Published: 13 September 2021 Publication History

Abstract

The contextual bandit paradigm provides a general framework for decision-making under uncertainty. It is theoretically well-defined and well-studied, and many personalisation use-cases can be cast as a bandit learning problem. Because this allows for the direct optimisation of utility metrics that rely on online interventions (such as click-through-rate (CTR)), this framework has become an attractive choice to practitioners. Historically, the literature on this topic has focused on a one-sided, user-focused notion of utility, overall disregarding the perspective of content providers in online marketplaces (for example, musical artists on streaming services). If not properly taken into account – recommendation systems in such environments are known to lead to unfair distributions of attention and exposure, which can directly affect the income of the providers. Recent work has shed a light on this, and there is now a growing consensus that some notion of “equity of exposure” might be preferable to implement in many recommendation use-cases.

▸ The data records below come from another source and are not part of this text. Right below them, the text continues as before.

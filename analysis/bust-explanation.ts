import { AnalysisError } from './analysis-error';
import { parseLength } from './lengths';
import type { LengthStyle, Suspect } from './types';
import { NM_PER_FOOT, NM_PER_INCH, NM_PER_MILLIMETRE, type Nm } from './units';

/** Slips of a whole mark on the rods that crews read: a foot, an inch or half of one, a tenth of a foot, 100 mm, 10 mm. */
const WHOLE_MARKS = [
  ['foot', NM_PER_FOOT],
  ['inch', NM_PER_INCH],
  ['half-inch', NM_PER_INCH / 2],
  ['tenth', NM_PER_FOOT / 10],
  ['100mm', 100 * NM_PER_MILLIMETRE],
  ['10mm', 10 * NM_PER_MILLIMETRE],
] as const satisfies readonly (readonly [NonNullable<Suspect['explanation']>, Nm])[];

/** The text with each pair of neighbouring digits exchanged in turn, whatever stands between them: 4' 5" gives 5' 4". */
function swappedTexts(text: string): string[] {
  const places = [...text].flatMap((character, place) => (character >= '0' && character <= '9' ? [place] : []));
  return places.slice(1).flatMap((later, k) => {
    const earlier = places[k] ?? later;
    if (text[earlier] === text[later]) return [];
    return [text.slice(0, earlier) + text[later] + text.slice(earlier + 1, later) + text[earlier] + text.slice(later + 1)];
  });
}

/** Null where the text is no length: half of all swaps are none, `3/16` becoming `3/61`. */
function lengthOrNull(text: string, style: LengthStyle): Nm | null {
  try {
    return parseLength(text, style);
  } catch (error) {
    if (error instanceof AnalysisError) return null;
    throw error;
  }
}

/**
 * How far each swap would have put the shot off. A reading keyed too small makes the surface look high by as much, so the shot is off
 * by what the swapped reading has more.
 */
function swapSizes(keyed: string, style: LengthStyle): Nm[] {
  const reading = lengthOrNull(keyed, style);
  if (reading === null) return [];
  return swappedTexts(keyed).flatMap((text) => {
    const swapped = lengthOrNull(text, style);
    return swapped === null ? [] : [swapped - reading];
  });
}

/**
 * The bust that would explain a shot standing off by `size`, the nearest within `within`; null where none is. A whole mark may have gone
 * either way; a swap only the way that the swapped digits say.
 */
export function explainBust(size: Nm, within: Nm, keyed?: string, style?: LengthStyle): Suspect['explanation'] {
  let nearest: Suspect['explanation'] = null;
  let distance = within;
  const swaps = keyed === undefined || style === undefined ? [] : swapSizes(keyed, style);
  for (const swap of swaps) {
    if (Math.abs(size - swap) <= distance) {
      nearest = 'digits-swapped';
      distance = Math.abs(size - swap);
    }
  }
  for (const [name, mark] of WHOLE_MARKS) {
    const off = Math.abs(Math.abs(size) - mark);
    if (nearest === null ? off <= distance : off < distance) {
      nearest = name;
      distance = off;
    }
  }
  return nearest;
}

We study how the top-K contextual bandit problem relates to issues of disparate exposure, and how this disparity can be minimised. The predominant approach in practice is to greedily rank the top-K items according to their estimated utility, as this is optimal according to the well-known Probability Ranking Principle. Instead, we introduce a configurable tolerance parameter that defines an acceptable decrease in utility for a maximal increase in fairness of exposure. We propose a personalised exposure-aware arm selection algorithm that handles this relevance-fairness trade-off on a user-level, as recent work suggests that users’ openness to randomisation may vary greatly over the global populace. Our model-agnostic algorithm deals with arm selection instead of utility modelling, and can therefore be implemented on top of any existing bandit system with minimal changes. We conclude with a case study on carousel personalisation in music recommendation: empirical observations highlight the effectiveness of our proposed method and show that exposure disparity can be significantly reduced with a negligible impact on user utility.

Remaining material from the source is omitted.